Publications
Characterization of host response, resorption, and strength properties, and performance in the presence of bacteria for fully absorbable biomaterials for soft tissue repair
N. F. N. Stoikes, J. R. Scott, A. Badhwar, C. R. Deeken, G. R. Voeller
Hernia 21:771–782
Link to Publication: https://link.springer.com/article/10.1007/s10029-017-1638-3
Abstract
The objective was to evaluate the host response, resorption, and strength properties, and to assess the performance in the presence of bacteria for Phasix™ Mesh (Phasix™) and Gore® Bio-A® Tissue Reinforcement (Bio-A®) in preclinical models.
Methods
In a rat model, one mesh (2 × 2 cm) was implanted subcutaneously in n = 60 rats.
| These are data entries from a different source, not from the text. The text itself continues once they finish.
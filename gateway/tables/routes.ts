/**
 * REST routes of table builds (schema/openapi-jobs.yaml):
 *   POST /v1/tables               JSON { name?, grid: { bounds, pointsPerDecade… }, composition? }
 *   GET  /v1/tables               the organisation's table builds, newest first
 *   GET  /v1/tables/{id}          one build: state, progress, accuracy report when done
 *   POST /v1/tables/{id}/cancel
 *   GET  /v1/tables/{id}/file     the HDF5 table, its SHA-256 in Repr-Digest (RFC 9530)
 * Same callers as /v1/jobs (an API key with jobs:write, or a signed-in member).
 */
import express, { Router } from 'express';
import type { Services } from '../services.js';
import { idempotency } from '../shared/idempotency.js';
import { ProblemError } from '../shared/problem.js';
import { callerOf, jobsAuth } from '../jobs/caller.js';
import { sendFile } from '../jobs/routes.js';
import type { JobsService } from '../jobs/service.js';
import type { TableBuildService } from './service.js';

export function tableRoutes(services: Services, jobs: JobsService, tables: TableBuildService): Router {
  const router = Router();
  const auth = jobsAuth(services);
  router.use('/v1/tables', express.json({ limit: '64kb' }));

  router.post('/v1/tables', auth, idempotency(services.db), async (req, res) => {
    const view = await tables.request(await callerOf(services, req, res), req.body);
    res.status(201).location(`/v1/tables/${view.id}`).json(view);
  });

  router.get('/v1/tables', auth, async (req, res) => {
    const limit = req.query['limit'] !== undefined ? Number(req.query['limit']) : 50;
    if (!Number.isInteger(limit) || limit < 1 || limit > 200) throw new ProblemError('invalid-request', 400, 'Invalid request', 'limit must be a whole number from 1 to 200.');
    res.set('Cache-Control', 'private, no-store').json({ items: await jobs.list(await callerOf(services, req, res), 'table', limit) });
  });

  router.get('/v1/tables/:id', auth, async (req, res) => {
    res.set('Cache-Control', 'private, no-store').json(await jobs.get(await callerOf(services, req, res), req.params['id'] as string, 'table'));
  });

  router.post('/v1/tables/:id/cancel', auth, async (req, res) => {
    res.json(await jobs.cancel(await callerOf(services, req, res), req.params['id'] as string, 'table'));
  });

  router.get('/v1/tables/:id/file', auth, async (req, res) => {
    sendFile(res, await jobs.file(await callerOf(services, req, res), req.params['id'] as string, 'table-hdf5', 'table'));
  });
  return router;
}
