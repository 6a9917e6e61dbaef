/* cc request.c -lcurl -o request && ./request */
#include <curl/curl.h>
#include <stdio.h>
#include <stdlib.h>
#include <string.h>

static const char *URL = "http://127.0.0.1:8080/v1/eos/evaluate";
static const char *BODY =
  "{\n"
  "  \"density\": [\n"
  "    1000000,\n"
  "    10000000\n"
  "  ],\n"
  "  \"temperature\": 100000000,\n"
  "  \"composition\": {\n"
  "    \"mixture\": \"c12-o16\"\n"
  "  },\n"
  "  \"fields\": [\n"
  "    \"pressure\",\n"
  "    \"specificEnergy\",\n"
  "    \"gamma1\"\n"
  "  ]\n"
  "}";

/* collects the answer: the JSON result, or an RFC 9457 problem+json on a 4xx/5xx */
static size_t collect(char *data, size_t size, size_t count, void *user) {
  char **text = user;
  size_t old = *text ? strlen(*text) : 0, add = size * count;
  char *grown = realloc(*text, old + add + 1);
  if (!grown) return 0;
  memcpy(grown + old, data, add);
  grown[old + add] = '\0';
  *text = grown;
  return add;
}

int main(void) {
  const char *key = getenv("FERMIWELL_KEY");
  if (!key) { fprintf(stderr, "set FERMIWELL_KEY\n"); return 1; }
  char auth[512];
  snprintf(auth, sizeof auth, "Authorization: Bearer %s", key);

  CURL *curl = curl_easy_init();
  if (!curl) return 1;
  char *answer = NULL;
  struct curl_slist *headers = NULL;
  headers = curl_slist_append(headers, auth);
  headers = curl_slist_append(headers, "Content-Type: application/json");
  curl_easy_setopt(curl, CURLOPT_URL, URL);
  curl_easy_setopt(curl, CURLOPT_HTTPHEADER, headers);
  curl_easy_setopt(curl, CURLOPT_POSTFIELDS, BODY); /* makes it a POST */
  curl_easy_setopt(curl, CURLOPT_WRITEFUNCTION, collect);
  curl_easy_setopt(curl, CURLOPT_WRITEDATA, &answer);
  CURLcode rc = curl_easy_perform(curl);
  long status = 0;
  curl_easy_getinfo(curl, CURLINFO_RESPONSE_CODE, &status);
  curl_slist_free_all(headers);
  curl_easy_cleanup(curl);
  if (rc != CURLE_OK) { fprintf(stderr, "%s\n", curl_easy_strerror(rc)); return 1; }
  /* 200: the result; otherwise the problem, whose "detail" says what to change */
  fprintf(status == 200 ? stdout : stderr, "%s\n", answer ? answer : "");
  free(answer);
  return status == 200 ? 0 : 2;
}
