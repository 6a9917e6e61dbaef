import { ChangeDetectionStrategy, Component } from '@angular/core';

/** Placeholder until the Overview page is built. */
@Component({
  selector: 'fw-overview-page',
  changeDetection: ChangeDetectionStrategy.OnPush,
  template: `
    <h1 class="fw-page-heading">Overview</h1>
    <p class="fw-page-lead">This page arrives with issue 8.</p>
  `,
})
export class OverviewPage {}
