/**
 * A table's accuracy report (measured by eos-tables/build.ts: relative errors of the pair gas
 * against the exact method at every cell centre and a seeded random sample) as the API shows it:
 * the largest and median error over pressure, energy and entropy first, then every quantity.
 * Non-finite figures become null (JSON has no NaN).
 */
import type { AccuracyReport } from '../../eos/free-energy-table.js';

const finite = (x: number): number | null => (Number.isFinite(x) ? x : null);

export interface AccuracySummary {
  maxRelativeError: number | null;
  medianRelativeError: number | null;
  quantities: Record<string, { max: number | null; median: number | null; p99: number | null; worstLogDensityYe: number | null; worstLogTemperature: number | null }>;
  maxwellMax: number | null;
  cellCentres: number;
  randomPoints: number;
  seed: number;
}

export function accuracySummary(report: AccuracyReport | null): AccuracySummary | null {
  if (!report) return null;
  const q = report.quantities;
  const main = ['pressure', 'energy', 'entropy'].filter((k) => q[k]);
  return {
    maxRelativeError: main.length ? finite(Math.max(...main.map((k) => q[k]!.max))) : null,
    medianRelativeError: main.length ? finite(Math.max(...main.map((k) => q[k]!.median))) : null,
    quantities: Object.fromEntries(
      Object.entries(q).map(([k, s]) => [k, { max: finite(s.max), median: finite(s.median), p99: finite(s.p99), worstLogDensityYe: finite(s.worstLogDensityYe), worstLogTemperature: finite(s.worstLogTemperature) }]),
    ),
    maxwellMax: finite(report.maxwellMax),
    cellCentres: report.cellCentres,
    randomPoints: report.randomPoints,
    seed: report.seed,
  };
}
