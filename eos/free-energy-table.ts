/**
 * Free-energy table of the electron–positron gas and its thermodynamically consistent
 * interpolation: the method of Timmes & Swesty (2000, ApJS 126, 501). Pure computation, no I/O.
 *
 * What is tabulated. The Helmholtz free energy per unit mass of ρYe, f(d, T) = (U − TS)/d with
 * d = ρ·Ye (the pair gas depends on ρ and composition only through d), on a grid uniform in
 * log10 d and (piecewise) log10 T, with the derivatives the biquintic Hermite interpolation needs —
 * f, f_d, f_T, f_dd, f_dT, f_TT, f_ddT, f_dTT, f_ddTT — all analytic from the exact method
 * (pair-gas-second-derivatives.ts; no finite differences). Also η with η_d, η_T, η_dT, η_dd, η_ddT
 * (for η and ∂P/∂d), and the positron n₊, P₊, U₊, S₊ with their d, T and mixed derivatives (bicubic
 * Hermite, for n± and the positron component; they do not enter P, e, s).
 *
 * Interpolation (our variant of the published scheme): the quintic Hermite basis
 * ψ0 = 1 − 10z³ + 15z⁴ − 6z⁵, ψ1 = z − 6z³ + 8z⁴ − 3z⁵, ψ2 = (z² − 3z³ + 3z⁴ − z⁵)/2 in each
 * direction, in the variables u = ln d, v = ln T (rather than d, T). What is interpolated is not f
 * but the better-conditioned H = (f − F0(u) − Δ(u, v))/T (prepareTable derives its node values and
 * derivatives from the stored f columns):
 *   - F0: the zero-temperature electron gas (Chandrasekhar 1939, exact; `coldFreeEnergy`), itself
 *     quintic-Hermite interpolated in u alone. Without it s = −F_v/T was a difference of large F
 *     values (relative error ~1e-16·(T_F/T)², measured up to 6.5e4 at log ρYe 14.8, log T 3.05).
 *     Where kT < 3e-3 E_F the node value of f − f0 (below the rounding of f) comes from the entropy
 *     by the Sommerfeld series σ = aT + bT³: f − f0 = T f_T/2 + T(f_T − T f_TT)/8 + O((kT/E_F)⁴).
 *   - Δ: the pair part of a Boltzmann pair gas (`pairBoltzmann`), which carries the e^{−m_e c²/kT}
 *     growth of the pairs (~e³ per cell at pair onset, where interpolating f erred by up to 0.7).
 *   - /T: the non-degenerate F ∝ T ln(…) becomes nearly linear in v (e medians 1e-8 → 1e-12).
 * Then F = T H + F0 + Δ (F0, Δ and their derivatives added back analytically), P = d F_u,
 * s = −F_v/T (per unit mass of ρYe), e = F − F_v, ∂P/∂T = d F_uv/T,
 * ∂e/∂d = (F_u − F_uv)/d, ∂e/∂T = (F_v − F_vv)/T, ∂s/∂d = −F_uv/(dT), ∂s/∂T = (F_v − F_vv)/T².
 * All come from the one F, so the three Maxwell relations (Timmes & Arnett 1999, ApJS 125, 277) hold
 * to rounding (measured ≤ 4.4e-15). ∂P/∂d|_T is not F_u + F_uu (which cancels to ~(n0/n_pairs)²
 * where pairs dominate) but N_A k T d η_d (Gibbs–Duhem), from ln(d η_d) interpolated bicubically;
 * η and the positron shares of n, P, U, S (as ln(share + 1e-30)) likewise. These bicubic quantities
 * are interpolated as remainders after a Boltzmann pair-gas reference (`boltzmannReference`).
 *
 * Grid: uniform in log10 d; in log10 T uniform in pieces, with a denser band over the pair onset
 * (PAIR_ONSET_BAND: log10 T 8–10 at 60 per decade; `resolveGrid`).
 *
 * Accuracy: measured by `measureErrors` at cell centres and a seeded random sample against the
 * exact method and stored in the table (`table.accuracy`). Default grid, 40 000 random off-grid
 * points, relative max / median: P 9.9e-8 / 1.2e-11, e 4.8e-7 / 4.1e-12, s 3.6e-7 / 5.0e-10,
 * ∂P/∂d 7.0e-5, η 2.6e-5 (before the band and the references: P, e, s up to 1.1e-5, 5.7e-5, 1.6e-5
 * at pair onset; ∂P/∂d up to 1e50); per region in eos/README.md ("Table method").
 */

import { AVOGADRO, BOLTZMANN_K, ELECTRON_MASS, ELECTRON_REST_ENERGY, PLANCK_H, SPEED_OF_LIGHT } from './constants.js';
import { createPairGasState, pairGas, PAIR_OK, type PairGasState } from './electron-positron.js';
import { NODE_ETA, NODE_LENGTH, pairGasNode } from './pair-gas-second-derivatives.js';

export const TABLE_FORMAT = 'fermiwell free-energy table';
/**
 * 2: the kernel interpolates F − F0 − Δ (cold and pair parts analytic); the accuracy report changed.
 * 3: piecewise-uniform T axis (a denser pair-onset band, attributes refined_temperature_*), columns
 *    eta_dd and eta_ddt (∂P/∂d from ln(d η_d)).
 */
export const TABLE_FORMAT_VERSION = 3;

/**
 * A band of log10 T tabulated more densely than the rest of the axis (the pair onset, where the
 * interpolation error of a 20-per-decade axis reached 6.6e-5). Its ends lie on the coarse axis.
 */
export interface TemperatureBand {
  logTemperatureMin: number;
  logTemperatureMax: number;
  pointsPerDecade: number;
}

/**
 * Grid in log10 d (d = ρYe, g/cm³) and log10 T (K); points per decade in each direction. The T axis
 * is uniform except for an optional denser band (`refinedTemperature`): left out (undefined), the
 * builder puts PAIR_ONSET_BAND there (see `resolveGrid`); null asks for a uniform axis.
 */
export interface TableGrid {
  logDensityYeMin: number;
  logDensityYeMax: number;
  logTemperatureMin: number;
  logTemperatureMax: number;
  pointsPerDecadeDensity: number;
  pointsPerDecadeTemperature: number;
  refinedTemperature?: TemperatureBand | null;
}

/**
 * The pair-onset band log10 T ∈ [8, 10] at (at least) 60 points per decade: there the pairs appear
 * and the free energy of the remainder changes fastest in T. Chosen by measurement (eos/README.md,
 * "Table method"): 20 per decade gave up to 6.6e-5 (e), 40 gave ~2e-6, 60 gives ≤ 4e-7.
 */
export const PAIR_ONSET_BAND: Readonly<TemperatureBand> = Object.freeze({ logTemperatureMin: 8, logTemperatureMax: 10, pointsPerDecade: 60 });

export const DEFAULT_TABLE_GRID: Readonly<TableGrid> = Object.freeze({
  logDensityYeMin: -12,
  logDensityYeMax: 15,
  logTemperatureMin: 3,
  logTemperatureMax: 13,
  pointsPerDecadeDensity: 20,
  pointsPerDecadeTemperature: 20,
  refinedTemperature: Object.freeze({ ...PAIR_ONSET_BAND }),
});

const whole = (x: number) => Math.abs(x - Math.round(x)) < 1e-9;

/**
 * The grid with its T band made explicit: `refinedTemperature` undefined becomes PAIR_ONSET_BAND
 * snapped outwards to the coarse axis and clipped to the grid, with pointsPerDecade the smallest
 * multiple of the coarse density ≥ 60 (null when the coarse axis is already that dense or the band
 * misses the grid). Grids that resolve alike describe the same table.
 */
export function resolveGrid(grid: TableGrid): TableGrid & { refinedTemperature: TemperatureBand | null } {
  const { refinedTemperature, ...base } = grid;
  if (refinedTemperature !== undefined) return { ...base, refinedTemperature: refinedTemperature === null ? null : { ...refinedTemperature } };
  const ppd = grid.pointsPerDecadeTemperature;
  const t0 = grid.logTemperatureMin;
  const t1 = grid.logTemperatureMax;
  let band: TemperatureBand | null = null;
  if (Number.isFinite(ppd) && ppd >= 1 && ppd < PAIR_ONSET_BAND.pointsPerDecade) {
    const lo = Math.max(t0, t0 + Math.floor((PAIR_ONSET_BAND.logTemperatureMin - t0) * ppd + 1e-9) / ppd);
    const hi = Math.min(t1, t0 + Math.ceil((PAIR_ONSET_BAND.logTemperatureMax - t0) * ppd - 1e-9) / ppd);
    if (hi > lo + 1e-9) band = { logTemperatureMin: lo, logTemperatureMax: hi, pointsPerDecade: ppd * Math.ceil(PAIR_ONSET_BAND.pointsPerDecade / ppd) };
  }
  return { ...base, refinedTemperature: band };
}

/** The T axis as three uniform pieces: [t0, lo] and [hi, t1] at the coarse density, [lo, hi] at the band's. */
interface TemperatureAxis {
  t0: number; lo: number; hi: number; t1: number; ppd: number; ppdBand: number; nA: number; nB: number; nC: number;
}

function temperatureAxis(grid: TableGrid): TemperatureAxis {
  const band = resolveGrid(grid).refinedTemperature;
  const t0 = grid.logTemperatureMin, t1 = grid.logTemperatureMax, ppd = grid.pointsPerDecadeTemperature;
  if (!band) {
    const nA = Math.round((t1 - t0) * ppd);
    return { t0, lo: t1, hi: t1, t1, ppd, ppdBand: ppd, nA, nB: 0, nC: 0 };
  }
  const lo = band.logTemperatureMin, hi = band.logTemperatureMax;
  return {
    t0, lo, hi, t1, ppd, ppdBand: band.pointsPerDecade,
    nA: Math.round((lo - t0) * ppd), nB: Math.round((hi - lo) * band.pointsPerDecade), nC: Math.round((t1 - hi) * ppd),
  };
}

/** Tabulated columns, each nD·nT values, index i·nT + j (i along d, j along T). Physical (d, T) derivatives. */
export const TABLE_COLUMNS = [
  'free_energy', 'free_energy_d', 'free_energy_t', 'free_energy_dd', 'free_energy_dt', 'free_energy_tt',
  'free_energy_ddt', 'free_energy_dtt', 'free_energy_ddtt',
  'eta', 'eta_d', 'eta_t', 'eta_dt',
  'positron_density', 'positron_density_d', 'positron_density_t', 'positron_density_dt',
  'positron_pressure', 'positron_pressure_d', 'positron_pressure_t', 'positron_pressure_dt',
  'positron_energy', 'positron_energy_d', 'positron_energy_t', 'positron_energy_dt',
  'positron_entropy', 'positron_entropy_d', 'positron_entropy_t', 'positron_entropy_dt',
  'eta_dd', 'eta_ddt',
] as const;
export type TableColumnName = (typeof TABLE_COLUMNS)[number];
/** Number of node values (TABLE_COLUMNS.length); equals the first 31 entries of a pairGasNode output. */
export const TABLE_COLUMN_COUNT = TABLE_COLUMNS.length;

export interface AccuracyStats {
  max: number;
  median: number;
  p99: number;
  /** where the max occurred */
  worstLogDensityYe: number;
  worstLogTemperature: number;
}
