import json
import os
import urllib.error
import urllib.request

URL = "http://127.0.0.1:8080/v1/eos/evaluate"
payload = json.loads(r"""{
  "density": [
    1000000,
    10000000
  ],
  "temperature": 100000000,
  "composition": {
    "mixture": "c12-o16"
  },
  "fields": [
    "pressure",
    "specificEnergy",
    "gamma1"
  ]
}""")

request = urllib.request.Request(
    URL,
    data=json.dumps(payload).encode("utf-8"),
    method="POST",
    headers={
        "Authorization": "Bearer " + os.environ["FERMIWELL_KEY"],
        "Content-Type": "application/json",
    },
)
try:
    with urllib.request.urlopen(request, timeout=60) as response:
        result = json.load(response)
except urllib.error.HTTPError as error:
    problem = json.load(error)
    raise SystemExit(f"{error.code}: {problem.get('detail') or problem.get('title')}")

for name, column in result["values"].items():
    print(name, column)
print("status", result["status"])
for warning in result["warnings"]:
    print("warning at point", warning["point"], warning["message"])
Animals were euthanized after 2, 4, 8, 12, 16, or 24 weeks (n = 5/mesh/time point), and implant sites were assessed for host inflammatory response and overall fibrotic repair thickness. In a rabbit model, meshes (3.8 cm diameter) were bilaterally implanted in subcutaneous pockets in n = 20 rabbits (n = 10 rabbits/mesh) and inoculated with 108 CFU clinically isolated methicillin-resistant Staphylococcus aureus (MRSA). One mesh type was implanted per animal. Animals were euthanized after 7 days, and implants were assessed for abscess formation, bacterial colonization, and mechanical strength.
Results
In the rat study, Phasix™ and Bio-A® exhibited similar biocompatibility, although Bio-A® demonstrated a significantly greater inflammatory response at 4 weeks compared to Phasix™ (p < 0.01). Morphometric analysis demonstrated rapid resorption of Bio-A® implants with initially thicker repair sites at 2, 4, 8, and 12 weeks (p < 0.0001), which transitioned to significantly thinner sites compared to Phasix™ at 16 and 24 weeks (p < 0.0001). In the rabbit bacterial inoculation study, Phasix™ exhibited significantly lower abscess score (p < 0.001) and bacterial colonization (p < 0.01), with significantly greater mechanical strength than Bio-A® (p < 0.001).
Conclusions
Host response, resorption, repair thickness, strength, and bacterial colonization suggest a more stable and favorable outcome for monofilament, microporous devices such as Phasix™ relative to multifilament, microporous devices such as Bio-A® over time.
Authors and Funding
This study was funded by C. R. Bard, Inc. (Davol), Warwick, RI. Nathaniel F. N. Stoikes, MD, Corey R. Deeken, PhD, and Guy R. Voeller, MD, FACS are consultants for, and Jeffrey R. Scott, PhD and Amit Badhwar, PhD are employees of C. R. Bard, Inc. (Davol), Warwick, RI.